United Kingdom

ALEX BRUMMER: Time for Chancellor to tax debt interest

Cineworld shares are back in free fall following the decision by Warner Brothers to follow in the footsteps of Disney and take the streaming route. 

That cannot possibly be helpful to Europe's biggest operator of movie houses. The pandemic has been destructive for going out to the pictures and created a surge in demand for home viewing through Sky, Netflix, Amazon Prime et al. 

But the interruption to normal operations is not the main issue for Cineworld. Instead of issuing more shares to expand, it chose the much more risky debt-fuelled model. 

Way forward?: Chancellor Rishi Sunak could discourage excessive risk taking and raise funds for the Exchequer by at best removing the break on debt interest

This can work magnificently (with bumps along the way) as veteran builders of creative enterprises, Martin Sorrell and Rupert Murdoch, have demonstrated. 

However, Cineworld's debt burden of £6billion, when cinemas effectively have been locked down, required cash reserves for survival when the money through the turnstiles stopped. 

Among the big financial lessons to be learned from the pandemic and the cascade of retail failures seen this week is the danger which comes with taking big debts onto the balance sheet. In the case of takeovers, it doesn't matter where the money comes from for the selling directors and shareholders in the acquired firm. 

When the wheels of commerce stop turning, debt finance becomes an enormous problem for successor executives, the workforce and the whole ecosystem surrounding firms. The Debenhams and Arcadia fashion brands fell out of favour and there was insufficient investment to bring them back from the brink. It would have been much easier if successive managements had not layered on the borrowing on the basis that tills would continue to ring. 

Ownership structures make a difference, and it is no secret by now that among the Covid-19 casualties former private-equity owned enterprises including Debs, the AA and Saga had a torrid time under a debt-fuelled model. As much as one distrusts this structure it is not always bad. Pets at Home, which has been a big winner in the Covid era, came out of private equity. So has B&M. Both have felt confident enough about prospects to hand back business rate relief to the Chancellor, Rishi Sunak. 

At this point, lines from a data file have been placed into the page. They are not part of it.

/** Orthogonal factors of a tall matrix, for solving against many right sides. Built by Householder reflections with column pivoting. */
export interface Factors {
  /** Column that stands at each place of R. */
  readonly order: readonly number[]
  /** R, upper triangle, by rows. */
  readonly upper: readonly (readonly number[])[]
  /** Least squares of a right side, in the order of the columns given. */
  readonly solve: (side: readonly number[]) => number[]
}

const dotFrom = (a: readonly number[], b: readonly number[], from: number): number => {
  let sum = 0
  for (let i = from; i < a.length; i += 1) sum += (a[i] ?? 0) * (b[i] ?? 0)
  return sum
}

/** side − 2·v(v·side)/(v·v), from a row on. */
const reflect = (side: number[], v: readonly number[], vv: number, from: number): void => {
  const share = (2 * dotFrom(v, side, from)) / vv
  for (let i = from; i < side.length; i += 1) side[i] = (side[i] ?? 0) - share * (v[i] ?? 0)
}

const longestFrom = (columns: readonly number[][], k: number): number => {
  let best = k
  let length = -1
  for (let j = k; j < columns.length; j += 1) {
    const column = columns[j] ?? []
    const squares = dotFrom(column, column, k)
    if (squares > length) {
      best = j
      length = squares
    }
  }
  return best
}

/** `null` when a column is, to rounding, a combination of the others. Columns of about one length, of n numbers each, n ≥ their count. */
export const factorise = (given: readonly (readonly number[])[], leastShare: number): Factors | null => {
  const columns = given.map((column) => [...column])
  const order = columns.map((_, j) => j)
  const reflectors: { v: number[], vv: number }[] = []
  const upper: number[][] = []
  let first = 0
  for (let k = 0; k < columns.length; k += 1) {
    const pick = longestFrom(columns, k)
    columns.splice(k, 0, ...columns.splice(pick, 1))
    order.splice(k, 0, ...order.splice(pick, 1))
    const column = columns[k] ?? []
    const length = Math.sqrt(dotFrom(column, column, k))
    if (k === 0) first = length
    if (!(length > leastShare * first)) return null
    const v = column.map((entry, i) => (i < k ? 0 : entry))
    v[k] = (v[k] ?? 0) + (Math.sign(v[k] ?? 0) || 1) * length
    const vv = dotFrom(v, v, k)
    for (let j = k; j < columns.length; j += 1) reflect(columns[j] ?? [], v, vv, k)
    reflectors.push({ v, vv })
  }
  for (let k = 0; k < columns.length; k += 1) upper.push(columns.map((column, j) => (j < k ? 0 : column[k] ?? 0)))

  const solve = (side: readonly number[]): number[] => {
    const rest = [...side]
    reflectors.forEach(({ v, vv }, k) => reflect(rest, v, vv, k))
    const solution = columns.map(() => 0)
    for (let k = columns.length - 1; k >= 0; k -= 1) {
      let sum = rest[k] ?? 0
      for (let j = k + 1; j < columns.length; j += 1) sum -= (upper[k]?.[j] ?? 0) * (solution[order[j] ?? 0] ?? 0)
      solution[order[k] ?? 0] = sum / (upper[k]?.[k] ?? 1)
    }
    return solution
  }
  return { order, upper, solve }
}

/** √ of the diagonal of (RᵀR)⁻¹, in the order of the columns given: the length of each row of R⁻¹. */
export const inverseRowLengths = ({ order, upper }: Factors): number[] => {
  const count = order.length
  const squares = new Array<number>(count).fill(0)
  for (let c = 0; c < count; c += 1) {
    const column = new Array<number>(count).fill(0)
    for (let k = c; k >= 0; k -= 1) {
      let sum = k === c ? 1 : 0
      for (let j = k + 1; j <= c; j += 1) sum -= (upper[k]?.[j] ?? 0) * (column[j] ?? 0)
      column[k] = sum / (upper[k]?.[k] ?? 1)
      squares[order[k] ?? 0] = (squares[order[k] ?? 0] ?? 0) + (column[k] ?? 0) ** 2
    }
  }
  return squares.map(Math.sqrt)
}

The common theme which dragged down firms before and during the pandemic, from Carillion in 2019 to Trafford Park-owner Intu, is borrowings. The European shopping centre operator Unibail-Rodamco splashed out £28billion on upmarket Westfield long before lockdown, and is now sinking under a £20billion debt mountain. 

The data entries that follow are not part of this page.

import { takeNumber } from '../validate/number'
import { probabilityRule } from './rules'

/** Coefficients from the constant term up: numerator and denominator of Wichura's three rational functions. */
const central = {
  over: [3.3871328727963666080, 133.14166789178437745, 1971.5909503065514427, 13731.693765509461125, 45921.953931549871457, 67265.770927008700853, 33430.575583588128105, 2509.0809287301226727],
  under: [1, 42.313330701600911252, 687.18700749205790830, 5394.1960214247511077, 21213.794301586595867, 39307.895800092710610, 28729.085735721942674, 5226.4952788528545610],
}
const middle = {
  over: [1.42343711074968357734, 4.63033784615654529590, 5.76949722146069140550, 3.64784832476320460504, 1.27045825245236838258, 2.41780725177450611770e-1, 2.27238449892691845833e-2, 7.74545014278341407640e-4],
  under: [1, 2.05319162663775882187, 1.67638483018380384940, 6.89767334985100004550e-1, 1.48103976427480074590e-1, 1.51986665636164571966e-2, 5.47593808499534494600e-4, 1.05075007164441684324e-9],
}
const far = {
  over: [6.65790464350110377720, 5.46378491116411436990, 1.78482653991729133580, 2.96560571828504891230e-1, 2.65321895265761230930e-2, 1.24266094738807843860e-3, 2.71155556874348757815e-5, 2.01033439929228813265e-7],
  under: [1, 5.99832206555887937690e-1, 1.36929880922735805310e-1, 1.48753612908506148525e-2, 7.86869131145613259100e-4, 1.84631831751005468180e-5, 1.42151175831644588870e-7, 2.04426310338993978564e-15],
}

const polynomial = (coefficients: readonly number[], x: number): number => coefficients.reduceRight((sum, coefficient) => sum * x + coefficient, 0)
const ratio = ({ over, under }: typeof central, x: number): number => polynomial(over, x) / polynomial(under, x)

/** Normal value that is exceeded with the probability `tail`, 0 < tail ≤ 0.5. Asked by the tail, nothing is lost of a small one. */
export const normalUpperQuantile = (tail: number): number => {
  const off = 0.5 - tail
  if (off <= 0.425) return off * ratio(central, 0.180625 - off * off)
  const depth = Math.sqrt(-Math.log(tail))
  return depth <= 5 ? ratio(middle, depth - 1.6) : ratio(far, depth - 5)
}

/**
 * Value of the standard normal distribution that is not exceeded with the given probability, without unit.
 *
 * z with Φ(z) = probability, by rational functions in ½ − tail or √(−ln tail).
 *
 * Validity: 1e-14 relative over all probabilities; a probability within 1e-16 of 1 cannot be written as a number.
 * Source: wichura-1988, algorithm AS 241 (memory)
 *
 * @param probability chance that the value is not exceeded, without unit, > 0 and < 1
 * @throws CalcError on `probability`
 * @example
 * normalQuantile(0.975) // → 1.959963984540
 * normalQuantile(0.5) // → 0
 */
export const normalQuantile = (probability: number): number => {
  const share = takeNumber(probability, 'probability', probabilityRule)
  return share < 0.5 ? -normalUpperQuantile(share) : normalUpperQuantile(1 - share) + 0
}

Most of us who have mortgaged ourselves to the hilt to buy a home know how debt works. As long as one stays in work and meets the mortgage repayments, surging house prices take care of the rest. Indeed, so good has this been for generations that Thatcher-era chancellor Nigel Lawson abolished tax relief on mortgage interest. 

The UK tax system favours companies, whether owned by private equity, rich entrepreneurs or publicly quoted, which take the borrowing route. 

Debt interest is an expense charged against tax which is why some companies report earnings net of interest, tax and other chargeable costs. 

Sunak could discourage excessive risk taking and raise funds for the Exchequer by at best removing the break on debt interest. What's holding him back?

Family affairs 

Primark and Topshop (Arcadia's main brand) have more in common than you might think. Both were founded in the mid1960s. Both can claim family ownership and both favoured physical stores over online. So why is Topshop in administration while consumers will queue around the block in freezing conditions to get into Primark? 

George Weston, who is chief executive of Associated British Foods-owner Primark, is unflashy to the core and runs his family-controlled enterprise for the long-term. When sugar was losing money hand over fist, the objective was to reshape the operation so it could better withstand the vicissitudes of the commodity market. When its supply chain was exposed in the Rana Plaza disaster in Bangladesh in 2013, it poured cash into the community and preserved its supply chain. 

As rich as Weston and his family may be, they invest for the future even through a loss of sales of £430m in the most recent lockdown. Most of the dividends paid out on the family's 54 per cent holding are channelled into charitable trusts. Quite a contrast to Philip Green's Arcadia.